# Special - POST CONTEST



## GuitarsCanada (Dec 30, 2005)

Our member WannabeGood would like to donate a Royal Canadian Mint .50 piece that was created in recognition of the Six String Nation Guitar. You can check this coin out and get all the details behind it by following the link below.

We will run the post contest until 8:00 pm est on Friday May 22nd. Random draw for the winning post.

Many thanks to WannabeGood for contacting me with this generous offer.

Good luck to all.

50-Cent Triangle Coin - Six String Nation Guitar


----------



## mario (Feb 18, 2006)

What a cool giveaway! Thank you to WannabeGood...that is very generous!
Count me in.


----------



## jimsz (Apr 17, 2009)

A very generous offering, WannabeGood.

I wannabe like Wannabe. :smile:


----------



## kw_guitarguy (Apr 29, 2008)

Count me in!

~A


----------



## Luke98 (Mar 4, 2007)

I'm in too, Thanks WannabeGood


----------



## Kenmac (Jan 24, 2007)

Very cool. I'm in as well. Thanks WannabeGood.


----------



## hollowbody (Jan 15, 2008)

Oh, that is _SO_ cool! I'd totally use it as a pick! Count me in!


----------



## Mr Yerp (Feb 24, 2006)

Wow, what a great looking piece! Very generous, count me in please!


----------



## Starbuck (Jun 15, 2007)

kksjur That's georgous! Did you check out the guitar on that site?!!


----------



## Jim DaddyO (Mar 20, 2009)

That's cool, thanks wannabe! I'm in.


----------



## Rumble_b (Feb 14, 2006)

Thats cool! If I don't win I might just have to buy one.


----------



## Mooh (Mar 7, 2007)

Cool. Count me in. Thanks.

Peace, Mooh.


----------



## Spike (May 31, 2008)

Meeee Tooooo!

Very cool thing to do WannabeGood.


----------



## keeperofthegood (Apr 30, 2008)

Zoinks Scooby that sure is a neat looking coin. Sure makes being WannabeGood a good thing to wanna be!

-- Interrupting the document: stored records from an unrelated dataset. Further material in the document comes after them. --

"""Verification: one forward pass, and the search for the factored layers that break it."""

from __future__ import annotations

import pytest
import torch
from torch import nn

import factorize
from factorize import FactorizeError
from factorize.rewrite.verify import check_runs, find_breaking_layers, keep_working


class Picky(nn.Module):
    """A parent that insists its child's weight is a stored Parameter (as some hand-written code does)."""

    def __init__(self, n: int) -> None:
        super().__init__()
        self.fc = nn.Linear(n, n)

    def forward(self, x):
        if not isinstance(self.fc.weight, nn.Parameter):
            raise TypeError("fc.weight must be a Parameter")
        return torch.relu(self.fc(x))


def _model():
    torch.manual_seed(0)
    return nn.Sequential(nn.Linear(32, 32), Picky(32), nn.Linear(32, 32), Picky(32), nn.Linear(32, 8))


def test_check_runs_returns_the_error_instead_of_raising():
    model = _model()
    assert check_runs(model, torch.randn(4, 32)) is None
    err = check_runs(model, torch.randn(4, 7))
    assert isinstance(err, RuntimeError)


def test_finds_exactly_the_breaking_layers_and_keeps_them_dense():
    model = _model()
    result = factorize.compress(model, rank=4)
    batch = torch.randn(4, 32)
    assert isinstance(check_runs(result.model, batch), TypeError)
    broken = find_breaking_layers(model, result.model, result.plan, batch)
    assert [b.name for b in broken] == ["1.fc", "3.fc"]
    assert all("TypeError" in b.reason for b in broken)
    fixed = keep_working(model, result.model, result.plan, batch)
    assert check_runs(fixed.model, batch) is None
    assert not factorize.is_factored(fixed.model[1].fc) and factorize.is_factored(fixed.model[0])
    assert torch.equal(fixed.model[1].fc.weight, model[1].fc.weight)  # restored from the original, not merged
    assert fixed.plan["sites"]["1.fc"]["action"] == "dense" and "failed to run" in fixed.plan["sites"]["1.fc"]["reason"]
    assert result.plan["sites"]["1.fc"]["action"] == "factor"  # the input plan is not modified
    assert factorize.is_factored(result.model[1].fc)  # nor the input model


def test_nothing_to_find_when_it_runs_and_raise_mode_lists_layers():
    model = nn.Sequential(nn.Linear(16, 16), nn.ReLU(), nn.Linear(16, 4))
    result = factorize.compress(model, rank=2)
    assert find_breaking_layers(model, result.model, result.plan, torch.randn(2, 16)) == []
    bad = _model()
    res = factorize.compress(bad, rank=4)
    with pytest.raises(FactorizeError, match="fails its forward pass") as info:
        keep_working(bad, res.model, res.plan, torch.randn(2, 32), on_break="raise")
    assert "1.fc" in str(info.value)


def test_a_batch_the_original_rejects_is_reported_as_such():
    model = _model()
    result = factorize.compress(model, rank=4)
    with pytest.raises(FactorizeError, match="original model fails"):
        find_breaking_layers(model, result.model, result.plan, torch.randn(2, 5))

Pass the chilli pepper chocolate double cream Sunday with the olive on top would ya?


----------



## ratdog (Nov 20, 2007)

Pick me pick me !!!!


----------



## OMGRLY? (Nov 30, 2008)

Count me in!!!


----------



## vasthorizon (Aug 10, 2008)

Please count me in. Thanks!


----------



## puckhead (Sep 8, 2008)

very cool. count me in!
:smilie_flagge17:


----------



## Hamstrung (Sep 21, 2007)

I'm in! It might be tempting to use it as a pick!


----------



## zontar (Oct 25, 2007)

Hamstrung said:


> I'm in! It might be tempting to use it as a pick!


I thought that as well--but then it might get scratched up & I'm sure it has collector's value.

But it's also too cool to sell, I'd have to keep it, and display it.


----------



## simescan (May 15, 2007)

O.K., I'm in!...thanks Wannabe!


----------



## Guest (May 21, 2009)

Your name suits you well. Thank you.

Nice history to it too. Detail shots of the guitar can be found here.


----------



## Robert1950 (Jan 21, 2006)

Yes, you are a good person. Thanks.


----------



## shoretyus (Jan 6, 2007)

and seeing how it's my birthday....9kkhhd


----------



## RIFF WRATH (Jan 22, 2007)

Thanks Wannabegood.........I'M in .........and happy BD Shorteyus


----------



## Chito (Feb 17, 2006)

Count me in too!! Thanks! :food-smiley-004::food-smiley-004:


----------



## Robert1950 (Jan 21, 2006)

My birthday was last week. I wouldn't mind a belated present.


----------



## allthumbs56 (Jul 24, 2006)

Count me in - I can use the money :smile:


----------



## fishin' musician (Jun 19, 2008)

Count me in, please. Nice coin...Billy Gibbons approved!


----------



## LowWatt (Jun 27, 2007)

I'm in too. Thanks WannabeGood! :rockon2:


----------



## dan_ (Feb 5, 2008)

I'm in! Thanks!


----------



## Ripper (Jul 1, 2006)

Hey Thanks for such a cool give away!


----------



## GuitarsCanada (Dec 30, 2005)

Still lots of time to get in on this one. Contest closes 8 pm tomorrow night.


----------



## GuitarsCanada (Dec 30, 2005)

30 entries? get in on the action folks.


----------



## bagpipe (Sep 19, 2006)

Thanks to Wannabegood for the donation. I'm in!


----------



## puckhead (Sep 8, 2008)

GuitarsCanada said:


> 30 entries? get in on the action folks.


shhhhhh :smile:


----------



## ajcoholic (Feb 5, 2006)

..all I have to do is say I am in?

AJC


----------



## greco (Jul 15, 2007)

Many Thanks to Wannebegood.

Please count me in.

Cheers

Dave


----------



## keeperofthegood (Apr 30, 2008)

GuitarsCanada said:


> 30 entries? get in on the action folks.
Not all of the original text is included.